Another method designed to overcome the shortcomings of fusible wire links is the application of resistance wires. Constructed like a glow plug and connected to a bridge circuit, the resistance wire will signal by a distinctly different resistance in the presence or absence of ignition. The art is to find that spot in the thrust chamber or gas generator which experiences a clear temperature rise as a function of ignition, yet remains cool enough to prevent fusion of the wire. Resistance-wire sensors are ideally suited for repeatable start engines.

Indirect Methods

In conjunction with hypergolic slug ignition, other approaches to ignition sensing have been developed. In one design an electric contact assures that a cartridge is actually installed. This does not assure, however, that the cartridge is loaded or completely loaded, nor that the downstream lines are not clogged or that the diaphragms will burst. Weighing of the cartridge and purging of all lines must be included in the firing preparation.
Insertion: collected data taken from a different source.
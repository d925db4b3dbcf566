import type { MailKind } from '../../../src/shared/mail-contract';

/** A message's words: the subject with a plain-text and an HTML part. */
export interface MailContent {
  subject: string;
  text: string;
  html: string;
}

/** A message ready for the outbox: its words, one recipient, and what it is about. */
export interface OutgoingMail extends MailContent {
  kind: MailKind;
  to: string;
  related: Record<string, unknown>;
}

/** The shop as its messages name it. */
export interface ShopIdentity {
  name: string;
  address: string;
  phone: string;
  email: string;
}
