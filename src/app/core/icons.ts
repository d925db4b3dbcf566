import { EnvironmentProviders, inject, provideEnvironmentInitializer } from '@angular/core';
import { MatIconRegistry } from '@angular/material/icon';
import { DomSanitizer } from '@angular/platform-browser';
import backspace from '@material-symbols/svg-400/rounded/backspace.svg';
import badge from '@material-symbols/svg-400/rounded/badge.svg';
import check from '@material-symbols/svg-400/rounded/check.svg';
import cleaningServices from '@material-symbols/svg-400/rounded/cleaning_services.svg';
import contentCut from '@material-symbols/svg-400/rounded/content_cut.svg';
import dialpad from '@material-symbols/svg-400/rounded/dialpad.svg';
import error from '@material-symbols/svg-400/rounded/error.svg';
import iron from '@material-symbols/svg-400/rounded/iron.svg';
import keyboardReturn from '@material-symbols/svg-400/rounded/keyboard_return.svg';
import link from '@material-symbols/svg-400/rounded/link.svg';
import linkOff from '@material-symbols/svg-400/rounded/link_off.svg';
import login from '@material-symbols/svg-400/rounded/login.svg';
import logout from '@material-symbols/svg-400/rounded/logout.svg';
import package2 from '@material-symbols/svg-400/rounded/package_2.svg';
import person from '@material-symbols/svg-400/rounded/person.svg';
import qrCodeScanner from '@material-symbols/svg-400/rounded/qr_code_scanner.svg';
import tabletAndroid from '@material-symbols/svg-400/rounded/tablet_android.svg';
import arrowBack from '@material-symbols/svg-400/rounded/arrow_back.svg';
import close from '@material-symbols/svg-400/rounded/close.svg';
import add from '@material-symbols/svg-400/rounded/add.svg';
import arrowDownward from '@material-symbols/svg-400/rounded/arrow_downward.svg';
import arrowUpward from '@material-symbols/svg-400/rounded/arrow_upward.svg';
import callSplit from '@material-symbols/svg-400/rounded/call_split.svg';
import cancel from '@material-symbols/svg-400/rounded/cancel.svg';
import deleteIcon from '@material-symbols/svg-400/rounded/delete.svg';
import download from '@material-symbols/svg-400/rounded/download.svg';
import edit from '@material-symbols/svg-400/rounded/edit.svg';
import print from '@material-symbols/svg-400/rounded/print.svg';
import receiptLong from '@material-symbols/svg-400/rounded/receipt_long.svg';
import search from '@material-symbols/svg-400/rounded/search.svg';
import uploadFile from '@material-symbols/svg-400/rounded/upload_file.svg';
import warning from '@material-symbols/svg-400/rounded/warning.svg';

/** Every icon the app shows, by the name templates use in `svgIcon`. Only these are bundled. */
const ICONS: Readonly<Record<string, string>> = {
  'arrow-back': arrowBack,
  backspace,
  badge,
  check,
  clear: close,
  dialpad,
  error,
  'keyboard-return': keyboardReturn,
  link,
  'link-off': linkOff,
  login,
  logout,
  person,
  'qr-scan': qrCodeScanner,
  tablet: tabletAndroid,
  'station-cut': contentCut,
  'station-weed': cleaningServices,
  'station-press': iron,
  'station-pack': package2,
  add,
  'arrow-down': arrowDownward,
  'arrow-up': arrowUpward,
  cancel,
  delete: deleteIcon,
  download,
  edit,
  orders: receiptLong,
  print,
  search,
  split: callSplit,
  'upload-file': uploadFile,
  warning,
};

/** Registers Dwell's bundled SVG icons; nothing is fetched at run time. */
export function provideDwellIcons(): EnvironmentProviders {
  return provideEnvironmentInitializer(() => {
    const registry = inject(MatIconRegistry);
    const sanitizer = inject(DomSanitizer);
    for (const [name, svg] of Object.entries(ICONS)) {
      // The SVGs are build-time files from an installed package, not user input.
      registry.addSvgIconLiteral(name, sanitizer.bypassSecurityTrustHtml(svg));
    }
  });
}
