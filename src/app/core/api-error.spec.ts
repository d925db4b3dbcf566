import { HttpErrorResponse } from '@angular/common/http';
import { apiErrorSentence } from './api-error';

function failure(status: number, error: unknown): HttpErrorResponse {
  return new HttpErrorResponse({ status, error, url: '/api/x' });
}

describe('apiErrorSentence', () => {
  it("uses the hub's own sentence when the body carries one", () => {
    expect(apiErrorSentence(failure(401, { error: 'That e-mail and password do not match.' }))).toBe(
      'That e-mail and password do not match.',
    );
  });

  it('adds field details to the sentence', () => {
    const error = failure(400, { error: 'Check the form.', details: [{ path: ['email'], message: 'Enter an e-mail address' }] });

    expect(apiErrorSentence(error)).toBe('Check the form. email: Enter an e-mail address.');
  });

  it('says the hub cannot be reached when there is no network', () => {
    expect(apiErrorSentence(failure(0, new ProgressEvent('error')))).toMatch(/cannot be reached/);
  });

  it('explains a server fault without a body in plain words', () => {
    expect(apiErrorSentence(failure(502, '<html>Bad gateway</html>'))).toMatch(/^The hub had a problem/);
  });

  it('falls back to the given sentence for something that is not an HTTP error', () => {
    expect(apiErrorSentence(new Error('boom'), 'Pairing did not work.')).toBe('Pairing did not work.');
  });
});
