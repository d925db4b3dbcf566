import type { Knex } from 'knex';

const STAGES = ['cut', 'weed', 'press', 'pack'] as const;

// A standard rate for each stage of work instead of one for all: weeding a fine design is far slower
// than packing it, so an ETA before the floor has shown its own rates needs each stage's own number.
// Each stage starts from the shop's one rate.
export async function up(knex: Knex): Promise<void> {
  await knex.schema.alterTable('shop_settings', (t) => {
    for (const stage of STAGES) t.smallint(`standard_${stage}_per_hour`).unsigned().notNullable().defaultTo(40);
  });
  await knex.raw(`UPDATE shop_settings SET ${STAGES.map((stage) => `standard_${stage}_per_hour = standard_pieces_per_hour`).join(', ')}`);
  await knex.schema.alterTable('shop_settings', (t) => {
    t.dropColumn('standard_pieces_per_hour');
  });
}

export async function down(knex: Knex): Promise<void> {
  await knex.schema.alterTable('shop_settings', (t) => {
    t.smallint('standard_pieces_per_hour').unsigned().notNullable().defaultTo(40);
  });
  // One rate for every stage: the slowest stage's, so no ETA gets earlier.
  await knex.raw('UPDATE shop_settings SET standard_pieces_per_hour = LEAST(standard_cut_per_hour, standard_weed_per_hour, standard_press_per_hour, standard_pack_per_hour)');
  await knex.schema.alterTable('shop_settings', (t) => {
    for (const stage of STAGES) t.dropColumn(`standard_${stage}_per_hour`);
  });
}
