import type { Knex } from 'knex';

const eventKinds = ['scan', 'test_cut', 'cut_done', 'weed_done', 'press_done', 'spoil', 'pack_done'];
const stages = ['cut', 'weed', 'press', 'pack'];

export async function up(knex: Knex): Promise<void> {
  // The client's UUID is the key, so a replayed event is recognised and not counted twice.
  await knex.schema.createTable('events', (t) => {
    t.uuid('id').primary();
    // Arrival order at the hub. Knex's bigIncrements without a primary key drops AUTO_INCREMENT on MariaDB.
    t.specificType('seq', 'BIGINT UNSIGNED NOT NULL AUTO_INCREMENT UNIQUE');
    t.integer('bag_id').unsigned().nullable().references('bags.id');
    t.integer('station_id').unsigned().nullable().references('stations.id');
    t.integer('user_id').unsigned().nullable().references('users.id');
    t.enum('kind', eventKinds).notNullable();
    t.smallint('quantity').unsigned().notNullable().defaultTo(0);
    t.datetime('client_at', { precision: 3 }).notNullable();
    t.datetime('server_at', { precision: 3 }).notNullable().defaultTo(knex.fn.now(3));
    t.json('payload').notNullable();
    t.index(['bag_id']);
    t.index(['station_id', 'server_at']);
    t.index(['kind', 'server_at']);
  });

  await knex.schema.createTable('spoil_reasons', (t) => {
    t.increments('id');
    t.string('label', 80).notNullable().unique();
    t.smallint('position').unsigned().notNullable().defaultTo(0);
    t.boolean('active').notNullable().defaultTo(true);
  });

  await knex.schema.createTable('spoils', (t) => {
    t.increments('id');
    t.uuid('event_id').notNullable().unique().references('events.id');
    t.integer('bag_id').unsigned().notNullable().references('bags.id');
    t.enum('stage', stages).notNullable();
    t.integer('reason_id').unsigned().notNullable().references('spoil_reasons.id');
    t.smallint('quantity').unsigned().notNullable();
    t.text('note').notNullable();
    t.datetime('created_at', { precision: 3 }).notNullable().defaultTo(knex.fn.now(3));
  });

  await knex.schema.createTable('photos', (t) => {
    t.increments('id');
    t.uuid('event_id').notNullable().unique().references('events.id');
    t.string('file', 120).notNullable();
    t.string('thumb_file', 120).notNullable();
    t.string('mime', 40).notNullable();
    t.integer('bytes').unsigned().notNullable();
    t.datetime('created_at', { precision: 3 }).notNullable().defaultTo(knex.fn.now(3));
  });
}

export async function down(knex: Knex): Promise<void> {
  for (const table of ['photos', 'spoils', 'spoil_reasons', 'events']) {
    await knex.schema.dropTable(table);
  }
}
In another arrangement a pressure switch senses pressure buildup in the igniter injection line upon rupture of the hypergolic fluid cartridge burst diaphragms. The switch signal then initiates the next sequential step. A modification of the system substitutes a pressure-actuated valve for the switch with similar effects. This method does not assure, however, that the cartridge is properly filled with the right amount of the correct fluid.

Spark igniters use electric devices which ascertain that the plug is sparking based on conductivity effects due to ionization near the electrodes.

The methods in the above list, which undoubtedly is not complete, are described as indirect because none of them directly and reliably detects ignition; i.e., the release of adequate heat. This is a drawback and cannot entirely be offset by weighing, certifying, and inspecting.